Imagine a decentralized AI loan agent. Instead of reviewing complete financial files, he checks the encrypted evidence of credit dimensions to make autonomous loan decisions without accessing sensitive data. This protects both the confidentiality of users and institutional risk.
ZK technology also addresses the black nature of LLMS. By using dynamic evidence, it is possible to check the AI outputs while protecting both the integrity of the data and the architecture of the model. It is a victory for users and companies – one no longer fears data abuse, while the other backup its IP.
Ai decentralized
We are entering a new phase of AI where better models are not sufficient. Users ask for transparency; Companies need resilience; The regulators expect responsibility.

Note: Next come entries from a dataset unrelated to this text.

function buildOption(o: {
  panels: SeriesParameter[][];
  shown: Record<string, SeriesPoint[]>;
  range: Range;
  thresholds: DisplayThreshold[];
  labSamples: LabPoint[];
  referenceC: number;
  timeZone: string;
  grades?: GradeSpan[];
  events?: ChartEventSpan[];
  ruleLines?: RuleLine[];
}) {
  const { panels, shown, range, thresholds, labSamples, referenceC, timeZone } = o;
  const span = range.toMs - range.fromMs;
  const topOf = (i: number) => TOP + i * (PANEL_HEIGHT + PANEL_GAP);
  const grids = panels.map((_, i) => ({ left: 72, right: 28, top: topOf(i), height: PANEL_HEIGHT, containLabel: false }));
  const titles = panels.map((panel, i) => ({
    text:
      panel.length > 1
        ? `${parameterLabel(panel[0], referenceC)}, with ${panel.slice(1).map((q) => (q === "conductivity" ? "raw conductivity at water temperature" : "the values before corrections")).join(" and ")}`
        : parameterLabel(panel[0], referenceC),
    left: 72,
    top: topOf(i) - 40,
    textStyle: { fontSize: 14, fontWeight: 600, color: MARK.text, fontFamily: "Source Sans 3, sans-serif" },
  }));
  const xAxes = panels.map((_, i) => ({
    type: "time",
    gridIndex: i,
    min: range.fromMs,
    max: range.toMs,
    name: i === panels.length - 1 ? `Time (${timeZone})` : "",
    nameLocation: "middle",
    nameGap: 28,
    axisLabel: { formatter: (v: number) => axisTimeLabel(v, timeZone, span), color: MARK.axis, hideOverlap: true },
    axisLine: { lineStyle: { color: MARK.axis } },
    splitLine: { show: true, lineStyle: { color: MARK.grid } },
  }));
  const yAxes = panels.map((panel, i) => {
    const p = panel[0];
    const th = thresholds.filter((t) => t.parameter === p);
    const unit = PARAMETER_INFO[p].unit;
    return {
      type: "value",
      gridIndex: i,
      scale: true,
      name: unit || "pH",
      nameTextStyle: { color: MARK.axis, align: "right" },
      axisLabel: { color: MARK.axis },
      splitLine: { lineStyle: { color: MARK.grid } },
      // Round extent (clean labels), stretched to keep the threshold lines on the axis even when the
      // data stays well within them.
      min: (v: { min: number; max: number }) => niceExtent(Math.min(v.min, ...th.map((t) => t.value)), Math.max(v.max, ...th.map((t) => t.value)))[0],
      max: (v: { min: number; max: number }) => niceExtent(Math.min(v.min, ...th.map((t) => t.value)), Math.max(v.max, ...th.map((t) => t.value)))[1],
    };
  });

  const seriesList: object[] = [];
  panels.forEach((panel, i) => {
    for (const p of panel) {
      const look = PARAMETER_LOOK[p];
      const points = shown[p] ?? [];
      const th = p === panel[0] ? thresholds.filter((t) => t.parameter === p) : [];
      // Alert rules: their threshold lines, and their events shaded in the panel showing the parameter.
      const rules = p === panel[0] ? (o.ruleLines ?? []).filter((r) => r.parameter === p) : [];
      const events = p === panel[0] && o.events ? o.events.filter((e) => panel.includes(e.parameter as SeriesParameter)) : null;
      const minWidth = span / 400;
      seriesList.push({
        id: p,
        name: p === "conductivity" ? "Raw conductivity at water temperature" : parameterLabel(p, referenceC),
        type: "line",
        xAxisIndex: i,
        yAxisIndex: i,
        data: points,
        showSymbol: false,
        symbol: look.symbol,
        symbolSize: 7,
        connectNulls: false,
        sampling: undefined,
        animation: false,
        color: look.color,
        lineStyle: { color: look.color, type: look.dash, width: look.width },
        markLine: th.length || rules.length
          ? {
              silent: true,
              symbol: "none",
              animation: false,
              data: [
                ...rules.map((r) => ({
                  yAxis: r.threshold,
                  lineStyle: { color: MARK.upper, type: [8, 3, 2, 3], width: 1.25 },
                  label: { formatter: `Alert rule ${formatValue(p, r.threshold)}`, position: "insideStartTop", color: MARK.upper },
                })),
                ...th.map((t) => ({
                yAxis: t.value,
                lineStyle: { color: t.bound === "upper" ? MARK.upper : MARK.lower, type: t.bound === "upper" ? "dashed" : "dotted", width: 1.5 },
                label: {
                  formatter: `${t.bound === "upper" ? "Upper" : "Lower"} ${formatValue(p, t.value)}`,
                  position: "insideEndTop",
                  color: t.bound === "upper" ? MARK.upper : MARK.lower,
                },
              })),
              ],
            }
          : undefined,
        markArea: events
          ? events.length
            ? {
                silent: true,
                animation: false,
                itemStyle: { color: MARK.exceedanceFill },
                data: events.map((e) => [{ xAxis: e.fromMs }, { xAxis: Math.max(e.toMs, e.fromMs + minWidth) }]),
              }
            : undefined
          : th.length
            ? {
                silent: true,
                animation: false,
                itemStyle: { color: MARK.exceedanceFill },
                data: th.flatMap((t) => exceedancePeriods(points, t.value, t.bound).map((e) => [{ xAxis: e.fromMs }, { xAxis: e.toMs }])),
              }
            : undefined,
      });
    }
  });

  const scIndex = panels.findIndex((panel) => panel[0] === "sc25");
  if (scIndex >= 0 && labSamples.length) {
    const measured = labSamples.filter((s) => s.measuredEcUsPerCm !== null);
    if (measured.length) {
      seriesList.push({
        id: "lab-measured",
        name: "Lab sample EC, measured",
        type: "scatter",
        xAxisIndex: scIndex,
        yAxisIndex: scIndex,
        symbol: "diamond",
        symbolSize: 11,
        itemStyle: { color: MARK.labMeasured, borderColor: "#fff", borderWidth: 1 },
        data: measured.map((s) => [s.atMs, s.measuredEcUsPerCm]),
      });
    }
    seriesList.push({
      id: "lab-calculated",
      name: "Lab sample EC, calculated from ions",
      type: "scatter",
      xAxisIndex: scIndex,
      yAxisIndex: scIndex,
      symbol: "emptyTriangle",
      symbolSize: 11,
      itemStyle: { color: MARK.labCalculated, borderColor: MARK.labCalculated, borderWidth: 2 },
      data: labSamples.filter((s) => s.calculatedEcUsPerCm !== null).map((s) => [s.atMs, s.calculatedEcUsPerCm]),
    });
  }

  if (o.grades?.length) addGradeBand({ grades: o.grades, index: panels.length, top: topOf(panels.length - 1) + PANEL_HEIGHT + 46, range, grids, xAxes, yAxes, titles, seriesList });
  const all = [...grids.keys()];
  return {
    animation: false,
    textStyle: { fontFamily: "Source Sans 3, sans-serif" },
    title: titles,
    legend: {
      top: 4,
      left: 72,
      right: 28,
      type: "plain",
      itemWidth: 28,
      textStyle: { color: MARK.text },
    },
    grid: grids,
    xAxis: xAxes,
    yAxis: yAxes,
    axisPointer: { link: [{ xAxisIndex: "all" }], label: { formatter: (v: { value: number; axisDimension: string }) => (v.axisDimension === "x" ? fullTime(v.value, timeZone) : String(Math.round(v.value * 100) / 100)) } },
    tooltip: {
      trigger: "axis",
      confine: true,
      formatter: (items: { seriesId: string; seriesName: string; marker: string; value: (number | null)[] }[]) => tooltipText(items, timeZone),
    },
    dataZoom: [
      { type: "inside", xAxisIndex: all, filterMode: "none" },
      { type: "slider", xAxisIndex: all, filterMode: "none", bottom: 12, height: 28, labelFormatter: (v: number) => axisTimeLabel(v, timeZone, span) },
    ],
    series: seriesList,
  };
}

Decentralized and verifiable cryptography offers the three.
Technologies like ZK -Snarks, a multipartite threshold calculation and BLS -based verification systems are not only “cryptographic tools” – they become the foundation of a trustworthy AI. Combined with the transparency of the blockchain, they create a new powerful battery for preserving, verifiable and reliable AI systems.
Gartner predicted that 80% of companies will use AI by 2026. Adoption will not be motivated by the media or resources. It will depend on the construction of the AI in which people and businesses can really trust.
And it starts with decentralization.
Opinion of: Felix XU, co-founder of Arpa Network and Bella Protocol.
This article is for general information purposes and is not intended to be and must not be considered as legal or investment advice. The points of view, the thoughts and opinions expressed here are the only of the author and do not reflect or do not necessarily represent the opinions and opinions of Cointellegraph.